THE TASK: Go over the entries below line by line, copying each one that contains the word "last".

[Saved entries]
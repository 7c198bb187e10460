/* SPDX-License-Identifier: GPL-3.0-or-later */
#include "report/sweep.h"

#include <stdlib.h>
#include <string.h>

#include "ceiling/condition.h"
#include "error.h"

#define OPTION "--sweep"

/* What the table needs of a ceiling, which is large. */
static void
keep(const struct ceiling *ceiling, struct sweep_direction *out)
{
	memset(out, 0, sizeof(*out));
	memcpy(out->has_level, ceiling->has_level, sizeof(out->has_level));
	memcpy(out->rate_bps, ceiling->rate_bps, sizeof(out->rate_bps));
	for (size_t i = 0; i < ceiling->bounds_count; i++) {
		const struct bound *bound = &ceiling->bounds[i];

		if (!bound->binding)
			continue;
		if (bound->class == BOUND_CONDITION) {
			(void)snprintf(out->condition, sizeof(out->condition),
			    "%s", bound->name);
			out->condition_bps = bound->payload_bps;
		} else {
			(void)snprintf(out->binding, sizeof(out->binding),
			    "%s", bound->name);
			out->class = bound->class;
		}
	}
}

static int
compute(const struct circuit *circuit, struct sweep *sweep,
    struct sweep_point *point, struct error *err)
{
	struct load load = { .declared = true };
	struct ceiling ceiling;

	(void)snprintf(sweep->circuit, sizeof(sweep->circuit), "%s",
	    circuit->name);
	for (load.direction = 0; load.direction < DIRECTIONS_SINGLE;
	    load.direction++) {
		if (ceiling_of_load(circuit, &load, &ceiling, err) == -1 ||
		    condition_add_declared(circuit, &load, &ceiling,
		    err) == -1)
			return -1;
		keep(&ceiling, &point->directions[load.direction]);
		sweep->reference = ceiling.reference;
		(void)snprintf(sweep->top, sizeof(sweep->top), "%s",
		    ceiling.top);
	}
	return 0;
}

/* In the unit of its dimension, for programs that draw it. */
static double
number_of(const struct sweep_range *range, const char *value)
{
	struct field plain = *range->field;
	struct error ignored;
	uint64_t whole = 0;
	double real = 0;

	if (plain.kind != FIELD_REAL) {
		(void)field_set_text(&plain, value, NULL, &whole, &ignored);
		return (double)whole;
	}
	(void)field_set_text(&plain, value, NULL, &real, &ignored);
	return real;
}

/* -1: the tree cannot take the value, or memory is short. */
static int
make_point(struct node *root, struct sweep *sweep, size_t i,
    struct error *refusal, struct error *err)
{
	struct sweep_point *point = &sweep->points[i];
	struct circuit *circuit = NULL;
	int rc;

	(void)sweep_range_value(&sweep->range, i, point->value);
	point->number = number_of(&sweep->range, point->value);
	if (document_put(root, OPTION, sweep->range.key, point->value,
	    err) == -1)
		return -1;
	rc = circuit_read_tree(root, &circuit, refusal);
	if (rc == 0)
		rc = compute(circuit, sweep, point, refusal);
	circuit_free(circuit);
	if (rc == 0)
		return 0;
	if (refusal->kind != ERROR_INPUT) {
		*err = *refusal;
		return -1;
	}
	point->refused = true;
	(void)snprintf(point->why, sizeof(point->why), "%s", refusal->cause);
	return 0;
}

int
sweep_make(struct node *root, const struct sweep_range *range,
    struct sweep **out, struct error *err)
{
	struct sweep *sweep = calloc(1, sizeof(*sweep));
	struct error first, refusal;
	size_t refused = 0;

	if (sweep == NULL)
		return error_errno(err, ERROR_INTERNAL, "sweep");
	sweep->range = *range;
	for (size_t i = 0; i < range->count; i++) {
		if (make_point(root, sweep, i, &refusal, err) == -1)
			goto failed;
		if (sweep->points[i].refused && refused++ == 0)
			first = refusal;
	}
	if (refused == range->count) {
		*err = first;
		if (strncmp(err->where, OPTION, sizeof(OPTION) - 1) != 0)
			error_wrap(err, OPTION " %s=%s", range->key,
			    sweep->points[0].value);
		goto failed;
	}
	*out = sweep;
	return 0;
failed:
	free(sweep);
	return -1;
}
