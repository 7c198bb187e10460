/* SPDX-License-Identifier: GPL-3.0-or-later */
#include "report/ceiling_report.h"

#include <inttypes.h>
#include <string.h>

#include "error.h"
#include "report/json_value.h"

int
ceiling_report_make(const struct circuit *circuit, struct ceiling_report *out,
    struct error *err)
{
	struct ceiling other;
	enum direction d;
	enum protocol p;

	out->circuit = circuit;
	out->protocol = circuit_default_protocol(circuit);
	for (d = 0; d < DIRECTIONS_SINGLE; d++) {
		for (p = 0; p < PROTOCOLS; p++) {
			if (ceiling_compute(circuit, d, p, &other, err) == -1)
				return -1;
			out->payload_bps[d][p] = other.rate_bps[LEVEL_PAYLOAD];
			if (p == out->protocol)
				out->ceilings[d] = other;
		}
	}
	return 0;
}

static json_t *
payload_by_protocol(const struct ceiling_report *report,
    enum direction direction)
{
	bool known = !report->ceilings[direction].reference;
	json_t *object = json_object();
	enum protocol p;

	for (p = 0; p < PROTOCOLS; p++)
		json_put(object, protocol_name(p), known ? json_value_u64(
		    report->payload_bps[direction][p]) : json_null());
	return object;
}

int
ceiling_report_json(const struct ceiling_report *report, FILE *out)
{
	json_t *root = json_object(), *circuit = json_object();
	json_t *ceilings = json_array(), *ceiling;
	enum direction d;
	int rc;

	json_put(root, "format", json_value_text("plafond-ceiling/1"));
	json_put(root, "software",
	    json_value_text("plafond " PLAFOND_VERSION));
	json_put(circuit, "name", json_value_text(report->circuit->name));
	json_put(circuit, "mtu_bytes",
	    json_value_u64(circuit_mtu(report->circuit)));
	json_put(root, "circuit", circuit);
	for (d = 0; d < DIRECTIONS_SINGLE; d++) {
		ceiling = json_ceiling(report->circuit, &report->ceilings[d]);
		json_put(ceiling, "payload_by_protocol",
		    payload_by_protocol(report, d));
		json_push(ceilings, ceiling);
	}
	json_put(root, "ceilings", ceilings);
	rc = json_dumpf(root, out, JSON_INDENT(2));
	(void)fputc('\n', out);
	json_decref(root);
	return rc;
}

/* RFC 4180: quotes around what holds a comma, a quote or a line's end; a quote
 * is doubled. */
static void
csv_text(const char *text, FILE *out)
{
	bool quoted = text[strcspn(text, ",\"\r\n")] != '\0';

	if (quoted)
		(void)fputc('"', out);
	for (; *text != '\0'; text++) {
		if (*text == '"')
			(void)fputc('"', out);
		(void)fputc(*text, out);
	}
	if (quoted)
		(void)fputc('"', out);
}

struct csv_row {
	const char *kind, *name, *class, *source;
	uint128 bytes_num, bytes_den;	/* den 0: none */
	uint64_t bps;
	bool binding;
};

static void
csv_row(enum direction direction, const struct csv_row *row, FILE *out)
{
	(void)fprintf(out, "%s,%s,", direction_name(direction), row->kind);
	csv_text(row->name, out);
	(void)fprintf(out, ",%s,", row->class);
	if (row->bytes_den != 0 && row->bytes_num % row->bytes_den == 0)
		(void)fprintf(out, "%" PRIu64,
		    (uint64_t)(row->bytes_num / row->bytes_den));
	else if (row->bytes_den != 0)
		(void)fprintf(out, "%.6f",
		    (double)row->bytes_num / (double)row->bytes_den);
	(void)fprintf(out, ",%" PRIu64 ",%s,", row->bps,
	    row->binding ? "yes" : "");
	csv_text(row->source, out);
	(void)fputs("\r\n", out);
}

static void
csv_ceiling(const struct ceiling *ceiling, FILE *out)
{
	enum layer_level level;
	size_t i;

	for (level = 0; level < LEVELS; level++)
		if (ceiling->has_level[level] && !ceiling->reference)
			csv_row(ceiling->direction, &(struct csv_row){
			    .kind = "level", .name = level_name(level),
			    .class = "", .source = "",
			    .bytes_num = ceiling->level_bytes_num[level],
			    .bytes_den = ceiling->level_bytes_den,
			    .bps = ceiling->rate_bps[level] }, out);
	for (i = 0; i < ceiling->steps_count; i++)
		csv_row(ceiling->direction, &(struct csv_row){
		    .kind = "step", .name = ceiling->steps[i].name,
		    .class = "", .source = ceiling->steps[i].source,
		    .bytes_num = ceiling->steps[i].bytes_num,
		    .bytes_den = ceiling->steps[i].bytes_den,
		    .bps = ceiling->steps[i].bps }, out);
	for (i = 0; i < ceiling->bounds_count; i++)
		csv_row(ceiling->direction, &(struct csv_row){
		    .kind = "bound", .name = ceiling->bounds[i].name,
		    .class = bound_class_name(ceiling->bounds[i].class),
		    .source = ceiling->bounds[i].source,
		    .bps = ceiling->bounds[i].payload_bps,
		    .binding = ceiling->bounds[i].binding }, out);
}

void
ceiling_report_csv(const struct ceiling_report *report, FILE *out)
{
	int d;

	(void)fputs("direction,kind,name,class,bytes,bps,binding,source\r\n",
	    out);
	for (d = 0; d < DIRECTIONS_SINGLE; d++)
		csv_ceiling(&report->ceilings[d], out);
}
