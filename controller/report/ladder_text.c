/* SPDX-License-Identifier: GPL-3.0-or-later */
#include "report/ladder_text.h"

#include <string.h>

#include "columns.h"

/* A column of the ladder in whole last digits. */
struct ladder_column {
	unsigned digits;		/* after the point */
	uint64_t top;			/* the medium's line rate */
	uint64_t levels[LEVELS];
	uint64_t steps[LADDER_STEPS_MAX];
};

/* Rates divided by this many bit/s: a unit's last digit, or for shares the
 * ten-thousandth part of the line rate.  Levels are rounded down, with a half
 * to the nearest. */
static void
fill_rates(struct ladder_column *column, const struct ceiling *ceiling,
    struct fraction digit, struct fraction half)
{
	struct mixed levels[LEVELS], steps[LADDER_STEPS_MAX];
	size_t i;

	for (i = 0; i < LEVELS; i++) {
		levels[i] = mixed_split(fraction_add(half, fraction_divide(
		    fraction_whole(ceiling->rate_bps[i]), digit)));
		column->levels[i] = levels[i].whole;
	}
	for (i = 0; i < ceiling->steps_count; i++)
		steps[i] = mixed_split(fraction_divide(fraction_whole(
		    ceiling->steps[i].bps), digit));
	column->top = fraction_floor(fraction_divide(fraction_whole(
	    ceiling->line_rate_bps), digit));
	ladder_round(ceiling->steps, ceiling->steps_count, steps, levels,
	    column->top, column->steps);
}

static void
fill_octets(struct ladder_column *column, const struct ceiling *ceiling)
{
	struct mixed levels[LEVELS], steps[LADDER_STEPS_MAX];
	uint64_t scale = 1;
	size_t i;

	column->digits = 0;
	if (ceiling->level_bytes_den != 1) {
		column->digits = 3;
		scale = 1000;
	}
	for (i = 0; i < LEVELS; i++) {
		levels[i] = mixed_product(fraction_whole(scale),
		    fraction_make(ceiling->level_bytes_num[i],
		    ceiling->level_bytes_den));
		column->levels[i] = levels[i].whole;
	}
	for (i = 0; i < ceiling->steps_count; i++)
		steps[i] = mixed_product(fraction_whole(scale),
		    fraction_make(ceiling->steps[i].bytes_num,
		    ceiling->steps[i].bytes_den));
	ladder_round(ceiling->steps, ceiling->steps_count, steps, levels,
	    levels[LEVEL_LINE].whole, column->steps);
}

struct ladder {
	struct ladder_column octets, rates, shares;
};

/* What is 0 as printed has no sign. */
static const char *
cell(const struct ladder_column *column, uint64_t value, const char *sign,
    char buf[RATE_CELL_SIZE])
{
	return rate_digits(value, column->digits, value != 0 ? sign : "", buf);
}

static void
level_row(struct columns *columns, const struct ladder *ladder,
    enum layer_level level)
{
	char octets[RATE_CELL_SIZE], rate[RATE_CELL_SIZE];
	char share[RATE_CELL_SIZE];
	const char *cells[] = { level_name(level),
		cell(&ladder->octets, ladder->octets.levels[level], "",
		    octets),
		cell(&ladder->rates, ladder->rates.levels[level], "", rate),
		cell(&ladder->shares, ladder->shares.levels[level], "",
		    share), "" };

	columns_row(columns, cells);
}

static void
step_row(struct columns *columns, const struct ladder *ladder,
    const struct ladder_step *step, size_t i)
{
	char name[sizeof(step->name) + 4], octets[RATE_CELL_SIZE];
	char rate[RATE_CELL_SIZE], share[RATE_CELL_SIZE];
	const char *cells[] = { name, step->bytes_num == 0 ? "" :
		cell(&ladder->octets, ladder->octets.steps[i], "-", octets),
		cell(&ladder->rates, ladder->rates.steps[i], "-", rate),
		cell(&ladder->shares, ladder->shares.steps[i], "-", share),
		step->source };

	(void)snprintf(name, sizeof(name), "  %s", step->name);
	columns_row(columns, cells);
}

/* A layer that puts nothing around another's octets has no step, though its
 * level is there: Ethernet on a medium without gaps. */
static bool
has_step(const struct ceiling *ceiling, enum layer_level level)
{
	for (size_t i = 0; i < ceiling->steps_count; i++)
		if (ceiling->steps[i].reaches_level &&
		    ceiling->steps[i].level == level)
			return true;
	return false;
}

/* Such levels that have these octets a packet, from *next on. */
static void
levels_without_step(struct columns *columns, const struct ladder *ladder,
    const struct ceiling *ceiling, uint64_t octets, enum layer_level *next)
{
	enum layer_level level;

	for (level = *next; level < LEVEL_PAYLOAD; level++) {
		if (level == LEVEL_FRAME_WITHOUT_FCS ||
		    !ceiling->has_level[level] || has_step(ceiling, level))
			continue;
		if (ladder->octets.levels[level] != octets)
			break;
		level_row(columns, ladder, level);
		*next = level + 1;
	}
}

static void
add_steps(struct columns *columns, const struct ladder *ladder,
    const struct ceiling *ceiling)
{
	uint64_t octets = ladder->octets.levels[LEVEL_LINE];
	enum layer_level next = LEVEL_FRAME;
	size_t i;

	for (i = 0; i < ceiling->steps_count; i++) {
		const struct ladder_step *step = &ceiling->steps[i];

		if (!step->reaches_level || step->level != LEVEL_LINE)
			levels_without_step(columns, ladder, ceiling, octets,
			    &next);
		step_row(columns, ladder, step, i);
		octets -= ladder->octets.steps[i];
		if (step->reaches_level)
			level_row(columns, ladder, step->level);
	}
}

void
ladder_text(const struct ceiling *ceiling, const struct rate_unit *unit,
    const char *line_source, FILE *out)
{
	struct columns *columns = columns_new("lrrrl");
	struct ladder ladder;
	char octets[RATE_CELL_SIZE] = "", rate[RATE_CELL_SIZE];
	char share[RATE_CELL_SIZE];
	const char *head[] = { "from the line to the payload", "B/packet",
		unit->symbol, "% of line", "source" };
	const char *top[] = { "line rate", octets, rate, share, line_source };

	memset(&ladder, 0, sizeof(ladder));
	fill_octets(&ladder.octets, ceiling);
	ladder.rates.digits = 3;
	fill_rates(&ladder.rates, ceiling, fraction_whole(unit->digit_bps),
	    fraction_whole(0));
	ladder.shares.digits = 2;
	fill_rates(&ladder.shares, ceiling, fraction_make(
	    ceiling->line_rate_bps, 10000), fraction_make(1, 2));
	(void)cell(&ladder.rates, ladder.rates.top, "", rate);
	(void)cell(&ladder.shares, ladder.shares.top, "", share);
	columns_row(columns, head);
	columns_rule(columns);
	if (ceiling->unused_bps == 0) {
		top[0] = level_name(LEVEL_LINE);
		(void)cell(&ladder.octets, ladder.octets.levels[LEVEL_LINE],
		    "", octets);
	}
	columns_row(columns, top);
	add_steps(columns, &ladder, ceiling);
	columns_print(columns, 0, out);
	columns_free(columns);
}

OUTPUT:
/* A column of the ladder in whole last digits. */
/* Rates divided by this many bit/s: a unit's last digit, or for shares the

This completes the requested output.